--- Excerpted records Enclosed Below ---
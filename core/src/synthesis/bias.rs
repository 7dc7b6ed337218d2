//! The bias point of a candidate: the free resistor's law, the stage it
//! makes (divider, collector and emitter resistors) and what it measures.

use super::*;

/// How the collector current follows from the free resistor.
#[derive(Debug, Clone, Copy, PartialEq)]
pub(super) enum Rule {
    /// At the centre of the AC load line.
    Centre,
    /// This collector current.
    Ic(f64),
    /// This |VCE|.
    Vce(f64),
}

/// What sets the emitter voltage.
#[derive(Debug, Clone, Copy, PartialEq)]
pub(super) enum Law {
    /// `emitter_fraction`·VCC, or IE·Re when the unbypassed part needs more.
    Fraction,
    /// IE times this total resistance.
    Resistance(f64),
    /// The pinned divider: VTH − IB·(RTH + rbb') − VBE.
    Divider,
}

/// A continuous design point (NPN frame).
#[derive(Debug, Clone, Copy, PartialEq)]
pub(super) struct Point {
    pub(super) rc: f64,
    pub(super) re: f64,
    pub(super) re_bypassed: f64,
    pub(super) ic: f64,
    pub(super) ie: f64,
    pub(super) vce: f64,
    pub(super) ve: f64,
    pub(super) rth: f64,
    /// VTH that the target current needs with this RTH (equals the divider's
    /// own VTH unless both divider resistors are pinned).
    pub(super) vth_needed: f64,
    pub(super) vth: f64,
    pub(super) up: f64,
    pub(super) down: f64,
    pub(super) swing: f64,
}

/// Capacitor values (`None` = ideal).
#[derive(Debug, Clone, Copy, PartialEq, Default)]
pub(super) struct Caps {
    pub(super) c_in: Option<f64>,
    pub(super) c_out: Option<f64>,
    pub(super) c_emitter: Option<f64>,
    pub(super) c_base: Option<f64>,
}

/// A quick evaluation: what the checks need, without the report strings.
pub(super) struct Measured {
    pub(super) ic: f64,
    pub(super) vce: f64,
    pub(super) gain_db: f64,
    pub(super) zin: f64,
    pub(super) zout: f64,
    pub(super) swing: f64,
    pub(super) supply_current: f64,
    pub(super) tj: f64,
    pub(super) power: f64,
    /// The largest resistor dissipation, W.
    pub(super) resistor_power: f64,
    pub(super) ic_peak: f64,
    pub(super) active: bool,
    pub(super) ss: SmallSignal,
    pub(super) resp: Response,
}

/// One requirement or rating as checked on a candidate.
#[derive(Debug, Clone, Copy, PartialEq)]
pub(super) struct Gap {
    pub(super) id: &'static str,
    pub(super) value: f64,
    pub(super) limit: f64,
    pub(super) unit: &'static str,
    /// 0 when met; otherwise a relative measure of the miss (a log ratio).
    pub(super) short: f64,
}

pub(super) struct Ctx<'a> {
    pub(super) spec: &'a Spec,
    pub(super) dev: Device,
    pub(super) vcc: f64,
    pub(super) vmin: f64,
    pub(super) rbb: f64,
    /// |Av| target of a common-emitter stage (sets Re).
    pub(super) gain: Option<f64>,
    /// Input impedance the divider must allow (with margin), CE and CC.
    pub(super) zin: Option<f64>,
    /// Pinned divider resistors toward the upper and lower rail (NPN frame).
    pub(super) up: Option<f64>,
    pub(super) down: Option<f64>,
    /// Pinned free resistor: rc (CE, CB) or re (CC).
    pub(super) r_pin: Option<f64>,
}
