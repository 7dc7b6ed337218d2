//! The coupling and bypass capacitors sized for the lower corner.

use super::*;

impl Ctx<'_> {
    /// Sizes the coupling and bypass capacitors (see the module docs) and
    /// returns them with the corner they were sized for.
    pub(super) fn size_caps(
        &self,
        p: &Point,
        stage: &Stage,
        m: &Measured,
        notes: &mut Vec<String>,
    ) -> Result<(Caps, f64)> {
        let s = self.spec;
        let f_t = s
            .requirements
            .max_f_low
            .map_or(DEFAULT_F_LOW, |f| f * CORNER_MARGIN);
        if s.requirements.max_f_low.is_none() {
            notes.push(format!(
                "no max_f_low: the capacitors are sized for a lower corner of {}",
                format_si(f_t, "Hz")
            ));
        }
        let ss = &m.ss;
        let (rx, rpi, b1) = (ss.rbb, ss.r_pi, ss.beta0 + 1.0);
        let rb = stage.bias_resistance();
        let (rs, rl) = (s.rs, s.rl);
        let pin = &s.parts;
        // (which, Rᵢ seen with the other capacitors shorted, pinned value)
        let mut list: Vec<(u8, f64, Option<f64>)> = Vec::with_capacity(3);
        // formula: short-circuit resistances (Sedra & Smith, ch. 9)
        match self.kind() {
            StageKind::CommonEmitter => {
                list.push((0, rs + parallel(rb, rx + rpi + b1 * p.re), pin.c_in));
                list.push((1, p.rc + rl, pin.c_out));
                if p.re_bypassed > 0.0 {
                    let r = parallel(p.re_bypassed, p.re + (rx + rpi + parallel(rs, rb)) / b1);
                    list.push((2, r, pin.c_emitter));
                }
            }
            StageKind::CommonCollector => {
                list.push((
                    0,
                    rs + parallel(rb, rx + rpi + b1 * parallel(p.re, rl)),
                    pin.c_in,
                ));
                list.push((
                    1,
                    rl + parallel(p.re, (rx + rpi + parallel(rs, rb)) / b1),
                    pin.c_out,
                ));
            }
            StageKind::CommonBase => {
                list.push((0, rs + parallel(p.re, (rx + rpi) / b1), pin.c_in));
                list.push((1, p.rc + rl, pin.c_out));
                list.push((
                    3,
                    parallel(rb, rx + rpi + b1 * parallel(p.re, rs)),
                    pin.c_base,
                ));
            }
        }
        let w = 2.0 * core::f64::consts::PI * f_t;
        let taken: f64 = list
            .iter()
            .filter_map(|(_, r, c)| c.map(|c| 1.0 / (r * c)))
            .sum();
        let mut budget = w - taken;
        if budget < 0.1 * w {
            notes.push("the pinned capacitors alone take most of the lower-corner budget".into());
            budget = 0.1 * w;
        }
        // formula: Cᵢ = Σⱼ Rⱼ^(−1/2) / (ω·Rᵢ^(1/2)), shares ∝ 1/√Rᵢ
        let norm: f64 = list
            .iter()
            .filter(|(_, _, c)| c.is_none())
            .map(|(_, r, _)| 1.0 / libm::sqrt(*r))
            .sum();
        let mut caps = Caps::default();
        for &(which, r, pinned) in &list {
            let c = pinned.unwrap_or_else(|| norm / (budget * libm::sqrt(r)));
            match which {
                0 => caps.c_in = Some(c),
                1 => caps.c_out = Some(c),
                2 => caps.c_emitter = Some(c),
                _ => caps.c_base = Some(c),
            }
        }
        if norm == 0.0 {
            return Ok((caps, f_t));
        }
        // Scale the free capacitors together until the exact corner is f_t.
        let free = |c: &mut Caps, k: f64| {
            for &(which, _, pinned) in &list {
                if pinned.is_some() {
                    continue;
                }
                let slot = match which {
                    0 => &mut c.c_in,
                    1 => &mut c.c_out,
                    2 => &mut c.c_emitter,
                    _ => &mut c.c_base,
                };
                *slot = slot.map(|v| (v * k).min(MAX_CAPACITANCE));
            }
        };
        for _ in 0..8 {
            let st = self.stage_of(p, &caps);
            let resp = Response::new(&st, ss)?;
            let level = corner_level(&resp);
            // A first-order high-pass at its −3 dB point: slope ½, curvature −½.
            let start = Start {
                x: libm::log(f_t),
                slope: 0.5,
                curvature: -0.5,
            };
            let Some(f) = find_corner(&resp, level, Side::Lower, start, 1e-9, false)? else {
                break;
            };
            let ratio = f / f_t;
            if libm::fabs(ratio - 1.0) < 0.002 {
                break;
            }
            free(&mut caps, ratio);
        }
        Ok((caps, f_t))
    }
}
--- End of Enclosed Excerpted records ---
Exercise brief:
Send back the whole listing above exactly, please.

Result of this exercise:
filename core/src/synthesis/bias.rs
repository 7dc7b6ed337218d2
//! The bias point of a candidate: the free resistor's law, the stage it
//! makes (divider, collector and emitter resistors) and what it measures.

use super::*;

/// How the collector current follows from the free resistor.
#[derive(Debug, Clone, Copy, PartialEq)]
pub(super) enum Rule {
    /// At the centre of the AC load line.
    Centre,
    /// This collector current.
    Ic(f64),
    /// This |VCE|.
    Vce(f64),
}

/// What sets the emitter voltage.
#[derive(Debug, Clone, Copy, PartialEq)]
pub(super) enum Law {
    /// `emitter_fraction`·VCC, or IE·Re when the unbypassed part needs more.
    Fraction,
    /// IE times this total resistance.
    Resistance(f64),
    /// The pinned divider: VTH − IB·(RTH + rbb') − VBE.
    Divider,
}

/// A continuous design point (NPN frame).
#[derive(Debug, Clone, Copy, PartialEq)]
pub(super) struct Point {
    pub(super) rc: f64,
    pub(super) re: f64,
    pub(super) re_bypassed: f64,
    pub(super) ic: f64,
    pub(super) ie: f64,
    pub(super) vce: f64,
    pub(super) ve: f64,
    pub(super) rth: f64,
    /// VTH that the target current needs with this RTH (equals the divider's
    /// own VTH unless both divider resistors are pinned).
    pub(super) vth_needed: f64,
    pub(super) vth: f64,
    pub(super) up: f64,
    pub(super) down: f64,
    pub(super) swing: f64,
}

/// Capacitor values (`None` = ideal).
#[derive(Debug, Clone, Copy, PartialEq, Default)]
pub(super) struct Caps {
    pub(super) c_in: Option<f64>,
    pub(super) c_out: Option<f64>,
    pub(super) c_emitter: Option<f64>,
    pub(super) c_base: Option<f64>,
}

/// A quick evaluation: what the checks need, without the report strings.
pub(super) struct Measured {
    pub(super) ic: f64,
    pub(super) vce: f64,
    pub(super) gain_db: f64,
    pub(super) zin: f64,
    pub(super) zout: f64,
    pub(super) swing: f64,
    pub(super) supply_current: f64,
    pub(super) tj: f64,
    pub(super) power: f64,
    /// The largest resistor dissipation, W.
    pub(super) resistor_power: f64,
    pub(super) ic_peak: f64,
    pub(super) active: bool,
    pub(super) ss: SmallSignal,
    pub(super) resp: Response,
}

/// One requirement or rating as checked on a candidate.
#[derive(Debug, Clone, Copy, PartialEq)]
pub(super) struct Gap {
    pub(super) id: &'static str,
    pub(super) value: f64,
    pub(super) limit: f64,
    pub(super) unit: &'static str,
    /// 0 when met; otherwise a relative measure of the miss (a log ratio).
    pub(super) short: f64,
}

pub(super) struct Ctx<'a> {
    pub(super) spec: &'a Spec,
    pub(super) dev: Device,
    pub(super) vcc: f64,
    pub(super) vmin: f64,
    pub(super) rbb: f64,
    /// |Av| target of a common-emitter stage (sets Re).
    pub(super) gain: Option<f64>,
    /// Input impedance the divider must allow (with margin), CE and CC.
    pub(super) zin: Option<f64>,
    /// Pinned divider resistors toward the upper and lower rail (NPN frame).
    pub(super) up: Option<f64>,
    pub(super) down: Option<f64>,
    /// Pinned free resistor: rc (CE, CB) or re (CC).
    pub(super) r_pin: Option<f64>,
}
repository 7dc7b6ed337218d2
//! The coupling and bypass capacitors sized for the lower corner.

use super::*;

impl Ctx<'_> {
    /// Sizes the coupling and bypass capacitors (see the module docs) and
    /// returns them with the corner they were sized for.
    pub(super) fn size_caps(
        &self,
        p: &Point,
        stage: &Stage,
        m: &Measured,
        notes: &mut Vec<String>,
    ) -> Result<(Caps, f64)> {
        let s = self.spec;
        let f_t = s
            .requirements
            .max_f_low
            .map_or(DEFAULT_F_LOW, |f| f * CORNER_MARGIN);
        if s.requirements.max_f_low.is_none() {
            notes.push(format!(
                "no max_f_low: the capacitors are sized for a lower corner of {}",
                format_si(f_t, "Hz")
            ));
        }
        let ss = &m.ss;
        let (rx, rpi, b1) = (ss.rbb, ss.r_pi, ss.beta0 + 1.0);
        let rb = stage.bias_resistance();
        let (rs, rl) = (s.rs, s.rl);
        let pin = &s.parts;
        // (which, Rᵢ seen with the other capacitors shorted, pinned value)
        let mut list: Vec<(u8, f64, Option<f64>)> = Vec::with_capacity(3);
        // formula: short-circuit resistances (Sedra & Smith, ch. 9)
        match self.kind() {
            StageKind::CommonEmitter => {
                list.push((0, rs + parallel(rb, rx + rpi + b1 * p.re), pin.c_in));
                list.push((1, p.rc + rl, pin.c_out));
                if p.re_bypassed > 0.0 {
                    let r = parallel(p.re_bypassed, p.re + (rx + rpi + parallel(rs, rb)) / b1);
                    list.push((2, r, pin.c_emitter));
                }
            }
            StageKind::CommonCollector => {
                list.push((
                    0,
                    rs + parallel(rb, rx + rpi + b1 * parallel(p.re, rl)),
                    pin.c_in,
                ));
                list.push((
                    1,
                    rl + parallel(p.re, (rx + rpi + parallel(rs, rb)) / b1),
                    pin.c_out,
                ));
            }
            StageKind::CommonBase => {
                list.push((0, rs + parallel(p.re, (rx + rpi) / b1), pin.c_in));
                list.push((1, p.rc + rl, pin.c_out));
                list.push((
                    3,
                    parallel(rb, rx + rpi + b1 * parallel(p.re, rs)),
                    pin.c_base,
                ));
            }
        }
        let w = 2.0 * core::f64::consts::PI * f_t;
        let taken: f64 = list
            .iter()
            .filter_map(|(_, r, c)| c.map(|c| 1.0 / (r * c)))
            .sum();
        let mut budget = w - taken;
        if budget < 0.1 * w {
            notes.push("the pinned capacitors alone take most of the lower-corner budget".into());
            budget = 0.1 * w;
        }
        // formula: Cᵢ = Σⱼ Rⱼ^(−1/2) / (ω·Rᵢ^(1/2)), shares ∝ 1/√Rᵢ
        let norm: f64 = list
            .iter()
            .filter(|(_, _, c)| c.is_none())
            .map(|(_, r, _)| 1.0 / libm::sqrt(*r))
            .sum();
        let mut caps = Caps::default();
        for &(which, r, pinned) in &list {
            let c = pinned.unwrap_or_else(|| norm / (budget * libm::sqrt(r)));
            match which {
                0 => caps.c_in = Some(c),
                1 => caps.c_out = Some(c),
                2 => caps.c_emitter = Some(c),
                _ => caps.c_base = Some(c),
            }
        }
        if norm == 0.0 {
            return Ok((caps, f_t));
        }
        // Scale the free capacitors together until the exact corner is f_t.
        let free = |c: &mut Caps, k: f64| {
            for &(which, _, pinned) in &list {
                if pinned.is_some() {
                    continue;
                }
                let slot = match which {
                    0 => &mut c.c_in,
                    1 => &mut c.c_out,
                    2 => &mut c.c_emitter,
                    _ => &mut c.c_base,
                };
                *slot = slot.map(|v| (v * k).min(MAX_CAPACITANCE));
            }
        };
        for _ in 0..8 {
            let st = self.stage_of(p, &caps);
            let resp = Response::new(&st, ss)?;
            let level = corner_level(&resp);
            // A first-order high-pass at its −3 dB point: slope ½, curvature −½.
            let start = Start {
                x: libm::log(f_t),
                slope: 0.5,
                curvature: -0.5,
            };
            let Some(f) = find_corner(&resp, level, Side::Lower, start, 1e-9, false)? else {
                break;
            };
            let ratio = f / f_t;
            if libm::fabs(ratio - 1.0) < 0.002 {
                break;
            }
            free(&mut caps, ratio);
        }
        Ok((caps, f_t))
    }
}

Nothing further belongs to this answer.